** Source material **
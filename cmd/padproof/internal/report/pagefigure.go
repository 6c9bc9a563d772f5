package report

import (
	"strconv"

	"padproof/cmd/padproof/internal/result"
)

// A piece is a stretch of text on the page. A figure among them names the field
// of the JSON that it is, as a JSON pointer (RFC 6901), and carries that field's
// whole value beside the rounded text.
type piece struct {
	Text  string
	Field string // "" for words
	Value string // of a figure; "" where the field is null
	Name  bool   // words that a sheet, a folder or a recorder chose
	Link  string // where a name leads to, "" for nowhere
}

// A phrase is a row of pieces.
type phrase []piece

func words(text string) piece { return piece{Text: text} }

// name is words that somebody else chose: the page keeps their direction to
// themselves.
func name(text string) piece { return piece{Text: text, Name: true} }

// say is a phrase of words alone.
func say(text string) phrase { return phrase{words(text)} }

// figure is a field's value in the text that was made of it.
func figure(field string, n result.Number, text string) piece {
	p := piece{Text: text, Field: field}
	if n.OK() {
		p.Value = strconv.FormatFloat(float64(n), 'g', -1, 64)
	}
	return p
}

// known reports whether a field that the JSON may leave out holds a figure.
func known(n *result.Number) bool { return n != nil && n.OK() }

// count is a figure that is a whole number.
func count(field string, n int) piece { return figure(field, result.Number(n), strconv.Itoa(n)) }

// limitPhrase is the text of limits with each end as a figure.
func limitPhrase(field string, c result.Check, places int) phrase {
	if c.Unit != "" {
		places = max(places, 2)
	}
	low, high := figure(field+"/low", c.Low, fixed(c.Low, places)), figure(field+"/high", c.High, fixed(c.High, places))
	switch {
	case c.Low.OK() && c.Low == c.High:
		return phrase{low}
	case c.Low.OK() && c.High.OK():
		return phrase{low, words(" to "), high}
	case c.Low.OK():
		return phrase{words("from "), low}
	case c.High.OK():
		return phrase{words("up to "), high}
	}
	return say(dash)
}
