package report

import (
	"bytes"
	"encoding/csv"
	"testing"

	"padproof/cmd/padproof/internal/result"
)

// A name is never a formula to a spreadsheet, and a figure that is there stays a
// number.
func TestLotCSVHoldsNoFormula(t *testing.T) {
	l := &result.Lot{Rows: []result.LotRow{
		{Unit: "=1+1", Verdict: "FAIL", Reason: "loss", Checks: []result.LotCheck{{Name: "loss", Verdict: "FAIL", Measured: -0.5, Uncertainty: result.Missing}}},
		{Unit: "0418", Error: &result.Error{File: "@home/before.wav", Text: "is no WAV"}},
	}}
	var b bytes.Buffer
	if err := LotCSV(&b, l); err != nil {
		t.Fatal(err)
	}
	rows, err := csv.NewReader(&b).ReadAll()
	if err != nil || len(rows) != 3 {
		t.Fatalf("%d rows, %v; want 3", len(rows), err)
	}
	for _, tt := range []struct {
		row          int
		column, want string
	}{
		{1, "unit", "'=1+1"}, {1, "loss", "-0.5"}, {1, "loss_uncertainty", ""}, {1, "reason", "loss"},
		{2, "unit", "0418"}, {2, "loss", ""}, {2, "error", "'@home/before.wav: is no WAV"},
	} {
		for i, name := range rows[0] {
			if got := rows[tt.row][i]; name == tt.column && got != tt.want {
				t.Errorf("row %d, %s = %q, want %q", tt.row, name, got, tt.want)
			}
		}
	}
}
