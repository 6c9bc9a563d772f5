package report

import (
	"bytes"
	"html/template"
	"slices"
	"strings"
	"time"

	"padproof/cmd/padproof/internal/result"
)

// A pageView is what the templates are filled with: the answer in the order in
// which it is read.
type pageView struct {
	*result.Answer
	stamp
	CSS      template.CSS
	Title    string
	Class    string // of the verdict
	Mark     string // a sign that stands before the verdict's word
	Why      []phrase
	Facts    []fact
	Checks   *table
	Details  []phrase
	Tones    *table
	Octaves  *table
	Problems []problemView
	Suspects []suspectView

	SuspectsHeading, SuspectsRemark string

	NoSingle bool     // none of the suspects explains the figures well
	None     phrase   // the weight of that
	Handling []string // cautions before an ohmmeter or a soldering iron goes on
	Reworks  []reworkView
	Likely   *table // what might be wrong, without a drawing
	Readings *table // of an ohmmeter
	Cautions []string
	Pictures []pictureView
	Found    []fact
	Recorded []fact
	Budgets  []*table
	Takes    []*table
}

// A fact is a name and what is known under it.
type fact struct {
	Name  string
	Value phrase
}

// A table has a head for each column and, in its rows, one for each row.
type table struct {
	Class   string
	Caption string
	Head    []string
	Rows    []row
}

// A row is a line of a table.
type row struct {
	Head  phrase
	Cells []cell
	Class string
}

// A cell knows what its column is called: on a narrow screen each row is a card.
type cell struct {
	Label string
	Words phrase // none where the row has nothing to say under this head
}

// add puts a row in, its cells in the order of the columns.
func (t *table) add(class string, head phrase, cells ...phrase) {
	r := row{Head: head, Class: class}
	for i, c := range cells {
		r.Cells = append(r.Cells, cell{t.Head[i+1], c})
	}
	t.Rows = append(t.Rows, r)
}

// A pictureView is a picture as it stands in the page.
type pictureView struct {
	Title, Says string
	SVG         template.HTML
}

func viewOf(a *result.Answer, info PageInfo) (*pageView, error) {
	css, err := pageFiles.ReadFile("page/page.css")
	if err != nil {
		return nil, err
	}
	v := &pageView{Answer: a, CSS: template.CSS(css), stamp: stampOf(info.Made, info.Version), Title: titleOf(a)}
	v.Class, v.Mark = strings.ToLower(a.Verdict), marks[a.Verdict]
	v.Why, v.Facts = whyOf(a), factsOf(a)
	v.Checks, v.Details = checksTable(a), checkDetails(a)
	v.Tones, v.Octaves = tonesTable(a), octaveTable(a)
	v.Problems, v.Found, v.Recorded = problemViews(a), foundFacts(a), recordedFacts(a.Recorded, a.RecordError)
	v.Budgets, v.Takes = budgetTables(a), takeTables(a)
	if v.Suspects, err = suspectViews(a, info.Marked); err != nil {
		return nil, err
	}
	pictures := info.Pictures
	if info.Drawing != nil && !slices.ContainsFunc(v.Suspects, func(s suspectView) bool { return s.Picture != nil }) {
		pictures = append([]Picture{*info.Drawing}, pictures...)
	}
	for _, p := range pictures {
		one, err := p.view()
		if err != nil {
			return nil, err
		}
		v.Pictures = append(v.Pictures, one)
	}
	if len(a.Suspects)+len(a.Unseen)+len(v.Problems) > 0 || a.Verdict != "PASS" { // something is to be done
		v.Cautions = result.Cautions
	}
	v.SuspectsHeading, v.SuspectsRemark = suspectsHeading(a)
	v.NoSingle, v.None = unexplained(a), noneWeight(a)
	v.Reworks, v.Likely, v.Readings = reworkViews(a), likelihoodTable(a), ohmsTable(a)
	if len(v.Suspects)+len(a.Unseen)+len(a.WithoutDrawing) > 0 {
		v.Handling = append(v.Handling, result.OhmCaution)
	}
	if len(a.Rework)+len(a.WithoutDrawing) > 0 {
		v.Handling = append(v.Handling, result.SolderCaution)
	}
	return v, nil
}

// marks are the signs of the verdicts.
var marks = map[string]string{"PASS": "✓", "FAIL": "✕", "UNPROVEN": "?"}

// A stamp says when and by what a page was made.
type stamp struct {
	UTC, Local, ISO string
	Version         string
}

func stampOf(made time.Time, version string) stamp {
	s := stamp{UTC: made.UTC().Format("2006-01-02 15:04:05") + " UTC", ISO: made.UTC().Format(time.RFC3339), Version: version}
	if _, offset := made.Zone(); offset != 0 {
		s.Local = made.Format("2006-01-02 15:04:05 -07:00")
	}
	return s
}

// titleOf names the page in a list of windows and files.
func titleOf(a *result.Answer) string {
	parts := []string{a.Verdict}
	for _, n := range []string{a.Unit, a.Pad} {
		if n != "" {
			parts = append(parts, visible(n))
		}
	}
	title := strings.Join(parts, " - ")
	if a.Simulated {
		title = "SIMULATED - " + title
	}
	return title
}

func (p Picture) view() (pictureView, error) {
	var b bytes.Buffer
	if err := p.SVG(&b); err != nil {
		return pictureView{}, err
	}
	return pictureView{p.Title, p.Says, template.HTML(b.String())}, nil
}
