package report

import (
	"fmt"
	"math"
	"strconv"
	"strings"

	"padproof/cmd/padproof/internal/result"
)

const dash = "-"

// decimals is how many places a figure with expanded uncertainty u deserves.
func decimals(u result.Number) int { return result.Places(u) }

// fixed prints a figure with the given places, a dash where there is none.
func fixed(n result.Number, places int) string { return n.Fixed(places, dash) }

// doubt prints an uncertainty; one that is there never looks like none.
func doubt(u result.Number, places int) string {
	text := fixed(u, places)
	if u > 0 && strings.Trim(text, "0.") == "" {
		return "<" + strconv.FormatFloat(math.Pow(10, -float64(places)), 'f', places, 64)
	}
	return text
}

// limits prints the ends of a limit that are there.
func limits(c result.Check, places int) string {
	if c.Unit != "" {
		places = max(places, 2)
	}
	switch {
	case c.Low.OK() && c.Low == c.High:
		return fixed(c.Low, places)
	case c.Low.OK() && c.High.OK():
		return fixed(c.Low, places) + " to " + fixed(c.High, places)
	case c.Low.OK():
		return "from " + fixed(c.Low, places)
	case c.High.OK():
		return "up to " + fixed(c.High, places)
	}
	return dash
}

// ohms prints a resistance to three digits.
func ohms(n result.Number) string { return n.Ohms(3) }

// metered prints a resistance as a meter of four digits shows it.
func metered(n result.Number) string { return n.Ohms(4) }

// significant prints three significant digits.
func significant(v float64) string { return toDigits(v, 3) }

// toDigits prints so many significant digits.
func toDigits(v float64, digits int) string { return result.Digits(v, digits) }

// scaled prints a value with the SI prefix that suits it.
func scaled(n result.Number, unit string) string {
	if !n.OK() {
		return dash
	}
	v := float64(n)
	prefixes := []struct {
		scale float64
		name  string
	}{{1e6, "M"}, {1e3, "k"}, {1, ""}, {1e-3, "m"}, {1e-6, "µ"}, {1e-9, "n"}, {1e-12, "p"}}
	if v == 0 {
		return "0 " + unit
	}
	for _, p := range prefixes {
		if math.Abs(v) >= p.scale*0.9995 {
			return significant(v/p.scale) + " " + p.name + unit
		}
	}
	return significant(v/1e-12) + " p" + unit
}

// value prints a part's value with its unit.
func value(p result.PartLine) string {
	switch p.Kind {
	case "capacitor":
		return scaled(p.Value, "F")
	case "inductor":
		return scaled(p.Value, "H")
	}
	return ohms(p.Value)
}

// hertz prints a frequency with the given places.
func hertz(n result.Number, places int) string {
	if !n.OK() {
		return dash
	}
	return fixed(n, places) + " Hz"
}

// ends names the two impedances of a condition.
func ends(e result.Ends) string {
	text := fmt.Sprintf("%s source, %s; %s load, %s", ohms(e.SourceOhms), e.Drive, ohms(e.LoadOhms), e.Sense)
	if e.CablePF.OK() && e.CablePF > 0 {
		text += ", " + fixed(e.CablePF, 0) + " pF"
	}
	return text
}
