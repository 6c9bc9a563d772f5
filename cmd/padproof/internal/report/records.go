package report

import (
	"io"
	"strconv"
	"time"

	"padproof/cmd/padproof/internal/ledger"
)

// RecordsText writes a list of records, newest first, and how to go on.
func RecordsText(w io.Writer, list *ledger.Page) error {
	p := &page{w: w}
	if len(list.Rows) == 0 {
		p.line("no such records")
		return p.err
	}
	rows := [][]string{{"time (UTC)", "unit", "verdict", "lot", "drawing", "operator", "record"}}
	for _, r := range list.Rows {
		rows = append(rows, []string{shortTime(r.Time), r.Unit, verdictOf(r), r.Lot, r.Drawing.Name, r.Operator, r.Receipt.String()})
	}
	p.table("", rows)
	if list.More > 0 {
		p.line("")
		p.line("%s: --limit shows more at once, --past %q goes on from here", MoreText(list), clean(list.Rows[len(list.Rows)-1].Receipt.String()))
	}
	return p.err
}

// MoreText is how many records follow a page, as far as they were counted.
func MoreText(list *ledger.Page) string {
	if list.AtLeast {
		return grouped(list.More) + " or more"
	}
	return grouped(list.More) + " more"
}

// verdictOf marks what is no plain check of a unit.
func verdictOf(r ledger.Row) string {
	text := r.Verdict
	if r.Kind == ledger.RigCheck {
		text += " (rig)"
	}
	if r.Simulated {
		text += " SIMULATED"
	}
	return text
}

func shortTime(t time.Time) string { return t.UTC().Format("2006-01-02 15:04:05") }

// grouped writes a count with a comma at the thousands.
func grouped(n int64) string {
	text := strconv.FormatInt(n, 10)
	for at := len(text) - 3; at > 0; at -= 3 {
		text = text[:at] + "," + text[at:]
	}
	return text
}
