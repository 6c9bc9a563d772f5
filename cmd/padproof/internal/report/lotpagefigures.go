package report

import (
	"strings"

	"padproof/cmd/padproof/internal/result"
)

// lotPlaces are those of a lot's figures, which are finer than one reading.
const lotPlaces = 3

// lotTables are the figures of the units of one drawing.
func lotTables(field string, figures []result.LotFigure) []notedTable {
	var all []notedTable
	for _, t := range []notedTable{readTable(field, figures), spreadTable(field, figures), capabilityTable(field, figures), chartTable(field, figures), breakTable(figures)} {
		if len(t.Rows) > 0 {
			all = append(all, t)
		}
	}
	return all
}

// rangePhrase is an interval.
func rangePhrase(field string, r result.Ranged, places int) phrase {
	if !r.Low.OK() && !r.High.OK() {
		return nil
	}
	return phrase{figure(field+"/low", r.Low, fixed(r.Low, places)), words(" to "), figure(field+"/high", r.High, fixed(r.High, places))}
}

func readTable(field string, figures []result.LotFigure) notedTable {
	t := &table{Class: "wide", Caption: "What was read", Head: []string{"check", "units", "mean", "interval (95 %)", "least", "greatest", "expected", "limits", "unit"}}
	for i, f := range figures {
		field := at(field, i)
		number := func(key string, n result.Number) phrase {
			return phrase{figure(field+"/"+key, n, fixed(n, lotPlaces))}
		}
		t.add("", say(f.Check), phrase{count(field+"/n", f.N)}, number("mean/value", f.Mean.Value), rangePhrase(field+"/mean", f.Mean, lotPlaces),
			number("least", f.Least), number("greatest", f.Greatest), number("expected", f.Expected),
			limitPhrase(field, result.Check{Unit: f.Unit, Low: f.Low, High: f.High}, lotPlaces), say(f.Unit))
	}
	return notedTable{table: t}
}

func spreadTable(field string, figures []result.LotFigure) notedTable {
	t := &table{Class: "wide", Caption: "How it spreads, as standard deviations",
		Head: []string{"check", "of all readings", "interval (95 %)", "of the units", "interval (95 %)", "of the measurement", "its share", "unit"}}
	for i, f := range figures {
		if !f.SD.Value.OK() {
			continue
		}
		field := at(field, i)
		var units, unitsWithin, reading, share phrase
		if s := f.SpreadOfUnits; s != nil {
			units, unitsWithin = phrase{figure(field+"/spread_of_units/value", s.Value, fixed(s.Value, lotPlaces))}, rangePhrase(field+"/spread_of_units", *s, lotPlaces)
		}
		if known(f.SpreadOfReading) {
			reading = phrase{figure(field+"/spread_of_reading", *f.SpreadOfReading, doubt(*f.SpreadOfReading, lotPlaces))}
		}
		if known(f.ReadingShare) {
			share = phrase{figure(field+"/reading_share", *f.ReadingShare, percent(*f.ReadingShare))}
		}
		t.add("", say(f.Check), phrase{figure(field+"/standard_deviation/value", f.SD.Value, fixed(f.SD.Value, lotPlaces))},
			rangePhrase(field+"/standard_deviation", f.SD, lotPlaces), units, unitsWithin, reading, share, say(f.Unit))
	}
	return notedTable{t, []string{
		"Of the units: what is left when the scatter of the measurement is taken out. Of the measurement: what differs from unit to unit; " +
			"what is common to all units shifts the lot and does not widen it. Its share is of the variance.",
	}}
}

// capabilityTable holds both ways in which capability is told, each by the names
// that either school gives it.
func capabilityTable(field string, figures []result.LotFigure) notedTable {
	t := &table{Class: "wide", Caption: "Capability: how the spread fits between the limits",
		Head: []string{"check", "by the spread", "standard deviation", "Cp", "interval (95 %)", "Cpk", "interval (95 %)"}}
	notes := []string{
		"Overall: by the standard deviation of all units, drift and all; what whoever takes the whole lot gets. " +
			"The NIST/SEMATECH e-Handbook calls these indices Cp and Cpk, the AIAG's manual Pp and Ppk.",
		"Within: by the mean moving range from one unit to the next; what the line could do if its level stayed put. " +
			"The AIAG's Cp and Cpk are these.",
		"A Cpk of 1.33 or more is commonly asked for; of a small lot look at its interval too.",
	}
	for i, f := range figures {
		field := at(field, i)
		add := func(key, by string, c *result.Capability) {
			if c == nil {
				return
			}
			field := field + "/" + key
			t.add("", say(f.Check), say(by), phrase{figure(field+"/standard_deviation", c.SD, fixed(c.SD, lotPlaces))},
				phrase{figure(field+"/cp/value", c.Cp.Value, fixed(c.Cp.Value, 2))}, rangePhrase(field+"/cp", c.Cp, 2),
				phrase{figure(field+"/cpk/value", c.Cpk.Value, fixed(c.Cpk.Value, 2))}, rangePhrase(field+"/cpk", c.Cpk, 2))
		}
		add("overall", "overall", f.Overall)
		add("within", "within", f.Within)
		if f.Differ {
			notes = append(notes, capital(f.Check)+": overall is worse than within, beyond chance: the level moves in the course of the lot.")
		}
	}
	return notedTable{t, notes}
}

func chartTable(field string, figures []result.LotFigure) notedTable {
	t := &table{Class: "wide", Caption: "Chart of single readings and moving ranges",
		Head: []string{"check", "mean", "chart limits", "mean moving range", "its limit", "breaks by chance", "rules", "found"}}
	var notes []string
	for i, f := range figures {
		c := f.Chart
		if c == nil {
			continue
		}
		field := at(field, i) + "/chart"
		number := func(key string, n result.Number, places int) phrase {
			return phrase{figure(field+"/"+key, n, fixed(n, places))}
		}
		found := "steady"
		if !c.Steady {
			found = "not steady"
		}
		t.add("", say(f.Check), number("centre", c.Centre, lotPlaces), rangePhrase(field, result.Ranged{Low: c.Low, High: c.High}, lotPlaces),
			number("mean_moving_range", c.MeanRange, lotPlaces), number("moving_range_high", c.RangeHigh, lotPlaces),
			number("breaks_by_chance", c.FalseBreaks, 1), say(c.Rules), say(found))
		if c.Provisional {
			notes = append(notes, capital(f.Check)+": made from few units; the chart's limits are provisional.")
		}
		if len(c.LeftOut) > 0 {
			notes = append(notes, capital(f.Check)+": the chart's limits are made without "+visible(strings.Join(c.LeftOut, ", "))+", far from all others.")
		}
	}
	notes = append(notes, "Breaks by chance: about how many a steady line of as many units shows. No more than that say nothing.")
	return notedTable{t, notes}
}

func breakTable(figures []result.LotFigure) notedTable {
	t := &table{Class: "long", Caption: "Where the chart breaks a rule", Head: []string{"check", "rule", "units", "what"}}
	for _, f := range figures {
		if f.Chart == nil {
			continue
		}
		for _, b := range f.Chart.Breaks {
			t.add("", say(f.Check), say(b.Rule), phrase{name(someUnits(b.Units))}, say(capital(b.Text)))
		}
	}
	return notedTable{table: t}
}

// someUnits names a few units, or the first and the last of more.
func someUnits(units []string) string {
	if len(units) > 3 {
		return units[0] + " to " + units[len(units)-1]
	}
	return strings.Join(units, ", ")
}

** Instructions for the task **
Return the span of lines in the data above that opens at the line with "func ohms(n result.Number)" and closes at the line with "for _, r := range", exactly, ends included, nothing else.

** Solution to this problem **
func ohms(n result.Number) string { return n.Ohms(3) }

// metered prints a resistance as a meter of four digits shows it.
func metered(n result.Number) string { return n.Ohms(4) }

// significant prints three significant digits.
func significant(v float64) string { return toDigits(v, 3) }

// toDigits prints so many significant digits.
func toDigits(v float64, digits int) string { return result.Digits(v, digits) }

// scaled prints a value with the SI prefix that suits it.
func scaled(n result.Number, unit string) string {
	if !n.OK() {
		return dash
	}
	v := float64(n)
	prefixes := []struct {
		scale float64
		name  string
	}{{1e6, "M"}, {1e3, "k"}, {1, ""}, {1e-3, "m"}, {1e-6, "µ"}, {1e-9, "n"}, {1e-12, "p"}}
	if v == 0 {
		return "0 " + unit
	}
	for _, p := range prefixes {
		if math.Abs(v) >= p.scale*0.9995 {
			return significant(v/p.scale) + " " + p.name + unit
		}
	}
	return significant(v/1e-12) + " p" + unit
}

// value prints a part's value with its unit.
func value(p result.PartLine) string {
	switch p.Kind {
	case "capacitor":
		return scaled(p.Value, "F")
	case "inductor":
		return scaled(p.Value, "H")
	}
	return ohms(p.Value)
}

// hertz prints a frequency with the given places.
func hertz(n result.Number, places int) string {
	if !n.OK() {
		return dash
	}
	return fixed(n, places) + " Hz"
}

// ends names the two impedances of a condition.
func ends(e result.Ends) string {
	text := fmt.Sprintf("%s source, %s; %s load, %s", ohms(e.SourceOhms), e.Drive, ohms(e.LoadOhms), e.Sense)
	if e.CablePF.OK() && e.CablePF > 0 {
		text += ", " + fixed(e.CablePF, 0) + " pF"
	}
	return text
}
repository 6c9bc9a563d772f5
filename cmd/padproof/internal/report/records.go
package report

import (
	"io"
	"strconv"
	"time"

	"padproof/cmd/padproof/internal/ledger"
)

// RecordsText writes a list of records, newest first, and how to go on.
func RecordsText(w io.Writer, list *ledger.Page) error {
	p := &page{w: w}
	if len(list.Rows) == 0 {
		p.line("no such records")
		return p.err
	}
	rows := [][]string{{"time (UTC)", "unit", "verdict", "lot", "drawing", "operator", "record"}}
	for _, r := range list.Rows {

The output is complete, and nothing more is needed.